● **ASSIGNMENT**:
Lines with the word "render" are the answer; copy each of them from the data below.

[Dataset entries]
################
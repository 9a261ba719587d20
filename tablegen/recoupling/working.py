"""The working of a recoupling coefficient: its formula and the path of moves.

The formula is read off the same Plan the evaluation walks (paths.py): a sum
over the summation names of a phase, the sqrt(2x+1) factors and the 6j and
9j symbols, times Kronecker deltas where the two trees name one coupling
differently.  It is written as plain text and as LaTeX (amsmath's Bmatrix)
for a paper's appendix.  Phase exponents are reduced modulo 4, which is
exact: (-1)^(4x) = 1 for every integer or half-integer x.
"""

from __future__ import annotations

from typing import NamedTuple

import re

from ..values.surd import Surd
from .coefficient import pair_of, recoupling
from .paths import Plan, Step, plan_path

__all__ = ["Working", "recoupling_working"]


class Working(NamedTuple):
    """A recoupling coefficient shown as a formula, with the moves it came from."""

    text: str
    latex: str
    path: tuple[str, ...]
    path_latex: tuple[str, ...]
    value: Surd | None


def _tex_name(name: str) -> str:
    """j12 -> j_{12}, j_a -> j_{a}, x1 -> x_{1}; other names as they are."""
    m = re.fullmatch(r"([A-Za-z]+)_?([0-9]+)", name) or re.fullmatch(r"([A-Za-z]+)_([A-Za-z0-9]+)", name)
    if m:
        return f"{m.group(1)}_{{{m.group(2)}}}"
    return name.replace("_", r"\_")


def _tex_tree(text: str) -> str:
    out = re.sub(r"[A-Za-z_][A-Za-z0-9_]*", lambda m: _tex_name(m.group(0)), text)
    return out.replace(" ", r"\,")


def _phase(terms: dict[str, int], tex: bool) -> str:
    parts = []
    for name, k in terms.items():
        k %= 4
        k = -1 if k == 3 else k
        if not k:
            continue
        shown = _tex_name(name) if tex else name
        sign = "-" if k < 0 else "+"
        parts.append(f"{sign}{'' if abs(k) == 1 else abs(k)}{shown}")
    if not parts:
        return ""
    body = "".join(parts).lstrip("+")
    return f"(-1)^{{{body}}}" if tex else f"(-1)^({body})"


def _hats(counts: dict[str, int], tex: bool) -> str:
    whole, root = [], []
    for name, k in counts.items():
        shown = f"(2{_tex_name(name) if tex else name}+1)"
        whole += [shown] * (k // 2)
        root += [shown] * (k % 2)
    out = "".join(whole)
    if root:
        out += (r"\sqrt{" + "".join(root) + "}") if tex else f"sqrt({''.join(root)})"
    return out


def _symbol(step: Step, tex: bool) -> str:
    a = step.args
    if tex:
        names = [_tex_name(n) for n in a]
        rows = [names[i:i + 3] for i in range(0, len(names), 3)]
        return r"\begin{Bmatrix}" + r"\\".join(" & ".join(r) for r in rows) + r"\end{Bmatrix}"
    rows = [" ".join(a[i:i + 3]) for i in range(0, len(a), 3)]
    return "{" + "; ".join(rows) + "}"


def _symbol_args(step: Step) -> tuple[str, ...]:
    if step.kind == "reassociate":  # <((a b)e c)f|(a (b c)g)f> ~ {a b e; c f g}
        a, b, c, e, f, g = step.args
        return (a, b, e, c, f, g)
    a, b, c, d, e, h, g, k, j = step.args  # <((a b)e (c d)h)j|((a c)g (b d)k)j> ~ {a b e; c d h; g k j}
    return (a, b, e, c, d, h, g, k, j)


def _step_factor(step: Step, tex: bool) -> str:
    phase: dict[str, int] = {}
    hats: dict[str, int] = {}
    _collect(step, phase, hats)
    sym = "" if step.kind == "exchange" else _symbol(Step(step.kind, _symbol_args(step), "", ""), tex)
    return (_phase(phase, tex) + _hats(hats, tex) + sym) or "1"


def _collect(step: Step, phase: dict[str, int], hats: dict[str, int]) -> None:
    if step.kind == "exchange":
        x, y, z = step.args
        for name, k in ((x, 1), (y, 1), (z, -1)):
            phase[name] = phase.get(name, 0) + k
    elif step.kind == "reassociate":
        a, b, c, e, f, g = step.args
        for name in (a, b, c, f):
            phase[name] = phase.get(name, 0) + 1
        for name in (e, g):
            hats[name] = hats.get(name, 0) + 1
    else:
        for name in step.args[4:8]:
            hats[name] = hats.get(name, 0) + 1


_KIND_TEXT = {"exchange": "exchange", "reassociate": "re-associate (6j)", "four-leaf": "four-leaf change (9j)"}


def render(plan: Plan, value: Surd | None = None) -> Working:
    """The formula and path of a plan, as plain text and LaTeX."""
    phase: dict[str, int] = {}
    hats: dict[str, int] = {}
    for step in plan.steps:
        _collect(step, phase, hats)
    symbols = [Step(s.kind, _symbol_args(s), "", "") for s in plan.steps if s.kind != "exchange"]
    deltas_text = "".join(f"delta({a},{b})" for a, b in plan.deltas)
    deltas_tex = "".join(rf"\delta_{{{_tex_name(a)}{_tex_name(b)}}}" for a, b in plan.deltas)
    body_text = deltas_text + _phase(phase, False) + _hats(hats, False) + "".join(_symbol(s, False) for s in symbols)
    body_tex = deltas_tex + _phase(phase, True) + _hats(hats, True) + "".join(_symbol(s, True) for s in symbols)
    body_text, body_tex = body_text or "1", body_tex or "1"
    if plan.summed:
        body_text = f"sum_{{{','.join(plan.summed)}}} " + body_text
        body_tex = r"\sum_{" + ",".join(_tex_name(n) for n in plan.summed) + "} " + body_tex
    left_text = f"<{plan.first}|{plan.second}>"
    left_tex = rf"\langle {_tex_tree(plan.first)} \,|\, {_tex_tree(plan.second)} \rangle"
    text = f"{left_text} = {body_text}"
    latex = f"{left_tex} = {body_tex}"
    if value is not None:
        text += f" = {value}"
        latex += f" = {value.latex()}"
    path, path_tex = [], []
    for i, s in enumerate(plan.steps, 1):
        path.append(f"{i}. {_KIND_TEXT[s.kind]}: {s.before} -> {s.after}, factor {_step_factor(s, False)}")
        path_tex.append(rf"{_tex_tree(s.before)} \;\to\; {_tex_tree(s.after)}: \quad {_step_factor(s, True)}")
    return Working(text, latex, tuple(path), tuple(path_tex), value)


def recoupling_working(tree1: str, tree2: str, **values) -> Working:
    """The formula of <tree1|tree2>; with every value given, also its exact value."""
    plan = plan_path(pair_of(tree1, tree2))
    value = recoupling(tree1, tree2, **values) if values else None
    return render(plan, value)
################
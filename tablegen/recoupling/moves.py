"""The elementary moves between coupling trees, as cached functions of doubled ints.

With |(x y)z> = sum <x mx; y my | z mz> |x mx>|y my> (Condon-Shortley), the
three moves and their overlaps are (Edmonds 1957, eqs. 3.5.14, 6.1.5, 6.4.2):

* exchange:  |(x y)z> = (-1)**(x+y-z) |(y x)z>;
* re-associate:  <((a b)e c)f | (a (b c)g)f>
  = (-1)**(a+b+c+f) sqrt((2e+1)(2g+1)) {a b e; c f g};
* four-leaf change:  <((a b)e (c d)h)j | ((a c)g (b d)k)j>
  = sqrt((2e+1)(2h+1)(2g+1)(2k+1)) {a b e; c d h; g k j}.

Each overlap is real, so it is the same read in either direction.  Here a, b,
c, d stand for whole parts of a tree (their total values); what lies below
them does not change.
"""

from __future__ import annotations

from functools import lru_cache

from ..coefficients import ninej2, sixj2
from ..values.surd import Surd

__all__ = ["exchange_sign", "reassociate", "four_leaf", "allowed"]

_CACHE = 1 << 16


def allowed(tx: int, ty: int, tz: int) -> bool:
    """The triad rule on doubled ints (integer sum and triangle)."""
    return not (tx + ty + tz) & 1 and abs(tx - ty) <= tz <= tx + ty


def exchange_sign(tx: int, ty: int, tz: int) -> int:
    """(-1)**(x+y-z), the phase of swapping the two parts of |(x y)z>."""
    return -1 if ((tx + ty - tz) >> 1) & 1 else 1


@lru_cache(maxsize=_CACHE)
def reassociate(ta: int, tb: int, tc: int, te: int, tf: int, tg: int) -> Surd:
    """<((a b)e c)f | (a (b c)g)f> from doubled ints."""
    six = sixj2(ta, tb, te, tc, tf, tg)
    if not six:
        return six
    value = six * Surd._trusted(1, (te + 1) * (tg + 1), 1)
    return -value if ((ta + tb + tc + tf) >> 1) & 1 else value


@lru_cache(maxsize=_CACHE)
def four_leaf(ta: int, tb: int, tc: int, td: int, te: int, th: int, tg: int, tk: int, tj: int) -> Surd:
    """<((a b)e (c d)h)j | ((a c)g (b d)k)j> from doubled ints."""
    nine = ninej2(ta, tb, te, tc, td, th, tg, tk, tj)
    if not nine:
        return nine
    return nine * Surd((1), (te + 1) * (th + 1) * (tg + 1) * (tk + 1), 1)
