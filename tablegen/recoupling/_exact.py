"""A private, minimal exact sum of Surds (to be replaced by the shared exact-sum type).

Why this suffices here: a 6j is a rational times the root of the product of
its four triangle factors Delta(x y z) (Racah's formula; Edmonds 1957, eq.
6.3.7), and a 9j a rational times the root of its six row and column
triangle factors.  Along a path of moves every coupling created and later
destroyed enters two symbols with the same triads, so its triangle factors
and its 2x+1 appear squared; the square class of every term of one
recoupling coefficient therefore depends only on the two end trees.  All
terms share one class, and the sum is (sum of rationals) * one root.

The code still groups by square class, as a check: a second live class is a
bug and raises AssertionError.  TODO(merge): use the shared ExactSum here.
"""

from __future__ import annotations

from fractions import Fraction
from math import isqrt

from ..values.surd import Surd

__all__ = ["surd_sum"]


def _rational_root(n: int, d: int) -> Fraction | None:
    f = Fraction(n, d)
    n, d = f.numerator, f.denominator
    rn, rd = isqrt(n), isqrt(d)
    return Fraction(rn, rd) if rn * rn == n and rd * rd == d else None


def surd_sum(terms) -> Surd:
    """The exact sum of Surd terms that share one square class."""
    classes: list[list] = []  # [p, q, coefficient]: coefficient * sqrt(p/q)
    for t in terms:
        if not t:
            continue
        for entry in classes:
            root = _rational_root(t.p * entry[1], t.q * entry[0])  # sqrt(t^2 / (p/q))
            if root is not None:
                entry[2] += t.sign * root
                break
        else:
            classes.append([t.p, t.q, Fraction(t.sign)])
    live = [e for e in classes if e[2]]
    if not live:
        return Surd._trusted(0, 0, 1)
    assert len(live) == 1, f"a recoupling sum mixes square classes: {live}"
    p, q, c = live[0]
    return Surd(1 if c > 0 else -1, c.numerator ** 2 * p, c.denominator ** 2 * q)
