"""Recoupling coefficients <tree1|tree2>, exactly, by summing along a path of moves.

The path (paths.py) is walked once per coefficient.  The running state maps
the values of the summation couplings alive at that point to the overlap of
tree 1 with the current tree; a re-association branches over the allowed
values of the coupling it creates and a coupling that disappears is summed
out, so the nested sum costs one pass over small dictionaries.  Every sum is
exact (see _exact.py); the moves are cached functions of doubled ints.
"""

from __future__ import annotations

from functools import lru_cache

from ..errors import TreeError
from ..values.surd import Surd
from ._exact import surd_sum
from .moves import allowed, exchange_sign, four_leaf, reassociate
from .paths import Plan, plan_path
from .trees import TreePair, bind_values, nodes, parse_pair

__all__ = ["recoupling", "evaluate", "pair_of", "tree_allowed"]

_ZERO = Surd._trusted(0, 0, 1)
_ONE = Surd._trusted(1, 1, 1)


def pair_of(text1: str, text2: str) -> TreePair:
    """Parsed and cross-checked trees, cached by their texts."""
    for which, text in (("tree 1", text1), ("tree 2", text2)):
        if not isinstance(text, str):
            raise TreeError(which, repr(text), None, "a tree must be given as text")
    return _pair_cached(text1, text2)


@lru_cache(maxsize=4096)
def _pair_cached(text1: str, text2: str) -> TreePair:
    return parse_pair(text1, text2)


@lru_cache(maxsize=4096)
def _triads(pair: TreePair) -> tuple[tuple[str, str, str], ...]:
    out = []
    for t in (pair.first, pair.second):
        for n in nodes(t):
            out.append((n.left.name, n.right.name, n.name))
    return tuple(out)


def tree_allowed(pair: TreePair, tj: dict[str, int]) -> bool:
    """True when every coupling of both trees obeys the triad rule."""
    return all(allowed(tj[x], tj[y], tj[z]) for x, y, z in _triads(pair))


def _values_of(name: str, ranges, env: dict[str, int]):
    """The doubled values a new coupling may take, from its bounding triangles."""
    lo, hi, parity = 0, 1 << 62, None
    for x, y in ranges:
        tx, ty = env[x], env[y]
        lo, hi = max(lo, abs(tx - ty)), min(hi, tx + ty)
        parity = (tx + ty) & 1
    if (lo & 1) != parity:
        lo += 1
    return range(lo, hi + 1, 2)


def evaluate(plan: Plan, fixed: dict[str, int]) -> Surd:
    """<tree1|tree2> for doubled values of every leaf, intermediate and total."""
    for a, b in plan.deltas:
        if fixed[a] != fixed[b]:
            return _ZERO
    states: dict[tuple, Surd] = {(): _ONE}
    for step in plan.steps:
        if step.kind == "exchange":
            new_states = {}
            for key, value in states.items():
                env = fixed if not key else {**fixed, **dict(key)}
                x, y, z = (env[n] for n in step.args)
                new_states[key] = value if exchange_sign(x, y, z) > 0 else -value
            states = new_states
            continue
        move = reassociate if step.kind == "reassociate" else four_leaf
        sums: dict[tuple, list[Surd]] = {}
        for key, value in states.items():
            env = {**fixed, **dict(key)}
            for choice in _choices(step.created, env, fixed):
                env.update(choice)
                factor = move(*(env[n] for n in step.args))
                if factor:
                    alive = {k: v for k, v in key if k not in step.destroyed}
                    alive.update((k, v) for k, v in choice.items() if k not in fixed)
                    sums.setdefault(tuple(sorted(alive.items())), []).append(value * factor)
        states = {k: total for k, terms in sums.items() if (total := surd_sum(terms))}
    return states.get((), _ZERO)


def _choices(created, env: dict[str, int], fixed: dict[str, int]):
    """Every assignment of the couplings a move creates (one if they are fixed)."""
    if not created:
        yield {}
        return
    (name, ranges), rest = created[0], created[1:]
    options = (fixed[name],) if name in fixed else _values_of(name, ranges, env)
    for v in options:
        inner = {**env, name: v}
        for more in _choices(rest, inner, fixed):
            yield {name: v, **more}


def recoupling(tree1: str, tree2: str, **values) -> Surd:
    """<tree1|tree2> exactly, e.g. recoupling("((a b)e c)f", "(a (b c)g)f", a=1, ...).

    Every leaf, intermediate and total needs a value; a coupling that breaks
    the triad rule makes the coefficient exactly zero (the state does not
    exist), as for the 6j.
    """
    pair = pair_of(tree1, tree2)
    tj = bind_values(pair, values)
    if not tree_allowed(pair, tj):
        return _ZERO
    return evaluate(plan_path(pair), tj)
################
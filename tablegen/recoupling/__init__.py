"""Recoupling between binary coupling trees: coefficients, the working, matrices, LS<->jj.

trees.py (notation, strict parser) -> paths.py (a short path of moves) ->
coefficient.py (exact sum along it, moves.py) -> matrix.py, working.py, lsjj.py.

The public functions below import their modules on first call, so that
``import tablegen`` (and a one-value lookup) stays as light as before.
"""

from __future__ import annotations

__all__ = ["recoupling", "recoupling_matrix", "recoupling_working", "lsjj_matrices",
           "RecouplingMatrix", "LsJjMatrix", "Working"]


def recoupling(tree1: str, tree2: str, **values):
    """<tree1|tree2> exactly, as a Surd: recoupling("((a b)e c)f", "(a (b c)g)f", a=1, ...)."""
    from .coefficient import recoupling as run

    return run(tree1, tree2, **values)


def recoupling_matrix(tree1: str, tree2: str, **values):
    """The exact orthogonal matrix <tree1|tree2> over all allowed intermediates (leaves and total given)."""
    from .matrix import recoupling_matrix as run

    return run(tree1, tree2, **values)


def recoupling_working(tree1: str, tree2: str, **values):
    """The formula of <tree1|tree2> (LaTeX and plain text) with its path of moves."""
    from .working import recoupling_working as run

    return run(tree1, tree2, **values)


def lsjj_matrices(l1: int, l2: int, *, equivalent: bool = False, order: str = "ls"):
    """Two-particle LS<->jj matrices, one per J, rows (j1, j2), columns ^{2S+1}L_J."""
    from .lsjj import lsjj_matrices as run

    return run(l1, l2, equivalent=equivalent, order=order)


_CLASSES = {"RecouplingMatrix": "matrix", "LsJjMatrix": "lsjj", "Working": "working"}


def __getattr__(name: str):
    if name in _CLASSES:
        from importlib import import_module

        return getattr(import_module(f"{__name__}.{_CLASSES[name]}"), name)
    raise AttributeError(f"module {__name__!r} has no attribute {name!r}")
################
● **RESPONSE TO THIS EXERCISE**:
def render(plan: Plan, value: Surd | None = None) -> Working:
    return render(plan, value)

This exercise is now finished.